On Wed, Aug 11, 2010 at 4:09 PM, Alan McKinnon <alan.mckin...@gmail.com>wrote:

> On Thursday 12 August 2010 00:11:12 Bill Longman wrote:
> > On 08/11/2010 01:30 PM, Alan McKinnon wrote:
> > > I refuse to implement password expiration policies and have a vast
> array
> > > of literature to back me up when some dimwit damager gets on his
> > > expiration high horse.
> > >
> > > My users pick their own passwords - I present a list of 5 from apg and
> > > let them pick one. Accounts do expire if they go unused for 90 days,
> but
> > > not passwords.
> > >
> > > What put me onto this policy? I found Gartner recommending password
> > > expiration. I find the best security possible is always the opposite of
> > > what Gartner says. Discovering how the AD admins in the company go
> about
> > > their jobs was the convincing straw :-)
> >
> > The bigger buggerboo I see is the "password complexity" [il]logic.
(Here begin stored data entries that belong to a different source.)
/**
 * The combine step on a table that holds distance moduli from several catalogues (after a
 * cross-match: columns such as `a_mu`, `b_mu` with `a_mu_err`, `b_mu_err`): the zero-point offset
 * of each catalogue against a reference from the galaxies they share (zeropoint.ts), applied on
 * request, then the inverse-variance combination per galaxy. The network solution (zeroPointNetwork:
 * every overlap at once, so a catalogue linked to the reference only through another one is tied
 * too) is always reported and applied instead with `network`.
 *
 * Columns added: mu, mu_err (mag), n_dist (moduli combined), mu_chi2 (chi^2 of those moduli about
 * the combined one, n_dist - 1 degrees of freedom). The `mu` and `mu_err` roles of the output point
 * at them, and their UCDs carry meta.main, so the velocities step (and role detection on re-reading)
 * picks them up. Input columns of the same names are kept as
 * "<name>_input". The offsets go into the report and the schema metadata (`recordStep`).
 * Nothing is flagged: a galaxy without any modulus gets n_dist = 0 and an empty mu.
 */
import type { Table } from "apache-arrow";
import { float64Column, hasColumn, kindOf, type ColumnData } from "../catalogue/columns.js";
import { META, getRoles, recordStep, setJsonMeta } from "../catalogue/meta.js";
import { withColumns } from "../catalogue/columns.js";
import { PeculiarError } from "../errors.js";
import { combineModuli, zeroPointNetwork, zeroPointOffset, type ZeroPointStats } from "./zeropoint.js";
import { addColumnsKeepingInputs } from "./velocities.js";

export interface CombineOptions {
  /** The modulus columns, at least one. */
  muColumns: string[];
  /** Their error columns, in the same order; found by name when absent (see errorColumnFor). */
  errColumns?: (string | undefined)[];
  /** The reference: a column of muColumns or the alias that prefixes one ("a" for "a_mu"). Default the first. */
  reference?: string;
  /** Subtract the measured offsets before combining. */
  apply: boolean;
  /** Apply the network solution (all overlaps at once) instead of each catalogue against the reference. */
  network?: boolean;
  /** Clipping threshold of the robust check (default 3). */
  kappa?: number;
  file?: string;
}

/** One catalogue's offset: offsetMag is mu(column) - mu(reference) over the galaxies shared with it. */
export interface CatalogueOffset extends ZeroPointStats {
  column: string;
  errColumn: string;
  /** The reference catalogue's own entry (offset 0; nShared = its usable moduli). */
  isReference: boolean;
  /** The network solution's offset and error (zeroPointNetwork; NaN when not linked to the reference). */
  networkOffsetMag: number;
  networkOffsetErrMag: number;
  /** The offset subtracted from this column before combining (0 when not applied). */
  appliedMag: number;
}

export interface CombineReport {
  rows: number;
  reference: string;
  applied: boolean;
  /** Which offsets were applied: each catalogue against the reference, or the network solution. */
  solution: "pairwise" | "network";
  offsets: CatalogueOffset[];
  /** Rows by number of moduli combined: {"0": .., "1": .., "2": ..}. */
  nDist: Record<string, number>;
  notes: string[];
  renamed: string[];
}

/**
 * The error column of a modulus column, by the usual spellings: X_err, e_X, X_error, err_X, and
 * for an alias-prefixed name P_B also P_e_B, P_B_err.
 */
export function errorColumnFor(table: Table, column: string): string | undefined {
  const candidates = [`${column}_err`, `e_${column}`, `${column}_error`, `err_${column}`];
  const k = column.indexOf("_");
  if (k > 0) {
    const p = column.slice(0, k);
    const b = column.slice(k + 1);
    candidates.push(`${p}_e_${b}`, `${p}_${b}_err`, `${p}_err_${b}`);
  }
  return candidates.find((c) => hasColumn(table, c));
}

function resolveReference(muColumns: string[], reference: string | undefined, file: string | undefined): number {
  if (reference === undefined) return 0;
  let k = muColumns.indexOf(reference);
  if (k < 0) k = muColumns.findIndex((c) => c.startsWith(`${reference}_`));
  if (k < 0) throw new PeculiarError("usage", "the reference is neither a modulus column nor the alias of one", { file, value: reference, expected: muColumns.join(", ") });
  return k;
}

export function combineDistances(table: Table, o: CombineOptions): { table: Table; report: CombineReport } {
  const file = o.file;
  if (o.muColumns.length === 0) throw new PeculiarError("usage", "combine needs at least one modulus column (--mu a_mu,b_mu)", { file });
  const seen = new Set<string>();
  for (const c of o.muColumns) {
    if (seen.has(c)) throw new PeculiarError("usage", "a modulus column is named twice", { file, column: c });
    seen.add(c);
    if (!hasColumn(table, c)) throw new PeculiarError("column", "no such modulus column", { file, column: c, expected: table.schema.fields.map((f) => f.name).join(", ") });
  }
  if (o.errColumns && o.errColumns.length !== o.muColumns.length) {
    throw new PeculiarError("usage", `--err names ${o.errColumns.length} columns for ${o.muColumns.length} modulus columns`, { file });
  }
  const errNames = o.muColumns.map((c, k) => {
    const e = o.errColumns?.[k] ?? errorColumnFor(table, c);
    if (!e) throw new PeculiarError("column", "no error column found for this modulus; name it with --err", { file, column: c, expected: `${c}_err or e_${c}` });
    if (!hasColumn(table, e)) throw new PeculiarError("column", "no such error column", { file, column: e });
    return e;
  });
  const ref = resolveReference(o.muColumns, o.reference, file);
  for (const c of [...o.muColumns, ...errNames]) {
    const kind = kindOf(table.schema.fields.find((f) => f.name === c)!.type);
    if (kind === undefined || kind === "utf8" || kind === "bool") throw new PeculiarError("column", `is ${kind === "bool" ? "a flag" : "text"}, not a number: a modulus and its error must be numeric columns`, { file, column: c });
  }
  const mus = o.muColumns.map((c) => float64Column(table, c));
  const errs = errNames.map((c) => float64Column(table, c));
  const notes: string[] = [];
  // moduli whose error cannot weight them: said per column, with what happens to them
  o.muColumns.forEach((c, k) => {
    let withMu = 0;
    let missing = 0;
    let nonPositive = 0;
    for (let i = 0; i < mus[k]!.length; i++) {
      if (!Number.isFinite(mus[k]![i]!)) continue;
      withMu++;
      const e = errs[k]![i]!;
      if (!Number.isFinite(e)) missing++;
      else if (!(e > 0)) nonPositive++;
    }
    if (withMu > 0 && missing === withMu) notes.push(`${errNames[k]} has no value for any of the ${withMu} moduli of ${c}: ${c} shares no weighted galaxy with the other catalogues, and its moduli are used only where no other modulus has an error`);
    else if (missing + nonPositive > 0) notes.push(`${c}: ${missing + nonPositive} of ${withMu} moduli have no usable error in ${errNames[k]} (${missing} empty, ${nonPositive} zero or negative): they enter no offset, and are used only where no other modulus of the galaxy has an error`);
  });
  const net = zeroPointNetwork(mus, errs, ref);
  const network = o.network === true;
  const offsets: CatalogueOffset[] = o.muColumns.map((c, k) => {
    if (k === ref) {
      // The reference against itself: zero by definition; nShared counts its usable moduli.
      let m = 0;
      for (let i = 0; i < mus[k]!.length; i++) if (Number.isFinite(mus[k]![i]!) && errs[k]![i]! > 0) m++;
      const kappa = o.kappa ?? 3;
      return { column: c, errColumn: errNames[k]!, isReference: true, offsetMag: 0, offsetErrMag: 0, nShared: m, chi2Dof: NaN, scatterMag: NaN, medianMag: 0, clippedOffsetMag: 0, clippedOffsetErrMag: 0, nRejected: 0, kappa, networkOffsetMag: 0, networkOffsetErrMag: 0, appliedMag: 0 };
    }
    const r = zeroPointOffset(mus[ref]!, errs[ref]!, mus[k]!, errs[k]!, o.kappa !== undefined ? { kappa: o.kappa } : {});
    let appliedMag = 0;
    const netOff = net.offsetsMag[k]!;
    if (o.apply && network) {
      if (Number.isFinite(netOff)) appliedMag = netOff;
      else notes.push(`${c} is not linked to the reference ${o.muColumns[ref]} through shared galaxies: its offset is unknown and not applied`);
    } else if (o.apply) {
      // the clipped offset (the plain weighted mean when nothing is rejected): one blunder in the
      // shared galaxies must not move a whole catalogue
      if (r.nShared > 0 && Number.isFinite(r.clippedOffsetMag)) appliedMag = r.clippedOffsetMag;
      else if (r.nShared > 0) notes.push(`${c}: no shared galaxy lies within ${r.kappa} sigma of the median difference (${r.medianMag.toFixed(3)} mag): its offset is not applied; check the cross-identifications and the errors`);
      else notes.push(`${c} shares no galaxy with the reference ${o.muColumns[ref]}: its offset is unknown and not applied${Number.isFinite(netOff) ? " (it is linked through another catalogue: --network ties it)" : ""}`);
    }
    if (r.nShared > 1 && Number.isFinite(r.clippedOffsetMag) && Math.abs(r.offsetMag - r.clippedOffsetMag) > 2 * r.offsetErrMag) {
      notes.push(`${c}: the clipped offset (${r.clippedOffsetMag.toFixed(3)} mag, ${r.nRejected} rejected) differs from the plain one (${r.offsetMag.toFixed(3)}) by more than 2 sigma; check for wrong cross-identifications`);
    }
    const { shared: _shared, rejected: _rejected, ...stats } = r;
    return {
      column: c,
      errColumn: errNames[k]!,
      isReference: false,
      ...stats,
      networkOffsetMag: netOff,
      networkOffsetErrMag: net.offsetsErrMag[k]!,
      appliedMag,
    };
  });
  const comb = combineModuli(mus, errs, offsets.map((x) => x.appliedMag));
  const n = table.numRows;
  const nDist: Record<string, number> = {};
  for (let i = 0; i < n; i++) nDist[String(comb.nDist[i])] = (nDist[String(comb.nDist[i])] ?? 0) + 1;
  const nanNulls = (v: Float64Array) => {
    const m = new Uint8Array(v.length);
    let any = false;
    for (let i = 0; i < v.length; i++) if (Number.isNaN(v[i]!)) {
      m[i] = 1;
      any = true;
    }
    return any ? m : undefined;
  };
  const col = (name: string, values: Float64Array, unit: string | undefined, ucd: string, description: string): ColumnData => {
    const c: ColumnData = { name, kind: "float64", values, meta: unit ? { unit, ucd, description } : { ucd, description } };
    const nl = nanNulls(values);
    if (nl) c.nulls = nl;
    return c;
  };
  const refName = o.muColumns[ref]!;
  const columns: ColumnData[] = [
    col("mu", comb.muMag, "mag", "phot.mag.distMod;meta.main", `inverse-variance combination of ${o.muColumns.join(", ")}${o.apply ? ` on the zero point of ${refName}` : " (no zero-point offsets applied)"}`),
    col("mu_err", comb.muErrMag, "mag", "stat.error;phot.mag.distMod;meta.main", "1-sigma error of mu, 1/sqrt(sum of weights); offset errors not included"),
    { name: "n_dist", kind: "int32", values: comb.nDist, meta: { description: "number of moduli combined into mu" } },
    col("mu_chi2", comb.chi2, undefined, "stat.fit.chi2", "chi^2 of the combined moduli about mu (n_dist - 1 degrees of freedom)"),
  ];
  const added = addColumnsKeepingInputs(table, columns);
  let meta = new Map(added.table.schema.metadata);
  const roles = { ...getRoles(added.table), mu: "mu", mu_err: "mu_err" };
  meta = setJsonMeta(meta, META.roles, roles);
  meta = recordStep(meta, "combine", {
    reference: refName,
    applied: o.apply,
    solution: network ? "network" : "pairwise",
    muColumns: o.muColumns,
    errColumns: errNames,
    offsets: offsets.map((x) => ({ column: x.column, offsetMag: x.offsetMag, offsetErrMag: x.offsetErrMag, nShared: x.nShared, clippedOffsetMag: x.clippedOffsetMag, networkOffsetMag: x.networkOffsetMag, appliedMag: x.appliedMag })),
  });
  const out = withColumns(added.table, [], meta);
  return { table: out, report: { rows: n, reference: refName, applied: o.apply, solution: network ? "network" : "pairwise", offsets, nDist, notes, renamed: added.renamed } };
}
> > There's this vapid requirement of all these different types of
> > characters needed in one's password, yet the thing you really want to
> > enforce is adequate entropy. If my password is an entire sentence, it
> > will not be brute-forced, even if I used just ASCII A-z. There's just
> > too much key space in 4.7^32. At 10^5 attempts per second, you're likely
> > to find the answer in half a billion years. I hope your keyboard still
> > works, let alone exists....
>
> Your reasoning makes sense, until you consider password length limits
> imposed
> by machines.
>
> Cisco routers authenticating via Tacacs for instance often support nothing
> more than DES hashing <yuck>. The hash routines accept up to 10 characters
> for
> a password but only use the first 8 to calculate the hash.
>
> There are Solaris version nowhere near EOL yet that have similar limits.
>
> All this makes my life as a system integrator cum authenticate go-to guy
> very
> tricky indeed. Luckily management tends to say "Just do what Alan says. It
> makes him shut up and go away".
>
> :-)
>
> p.s. dig the use of "vapid". Wonderful word, truly splendid. Communicates
> in 5
> letters something that takes paragraphs any other way. I shall make a note
> for
> future use.
>
> --
> alan dot mckinnon at gmail dot com
>
> Absolutely. If you do not change your ENCRYPT_METHOD or your PASS_MAX_LEN
in your login.defs file and are still relying on the back end's ability to
safely store your passwords in DES format, well, you're in trouble.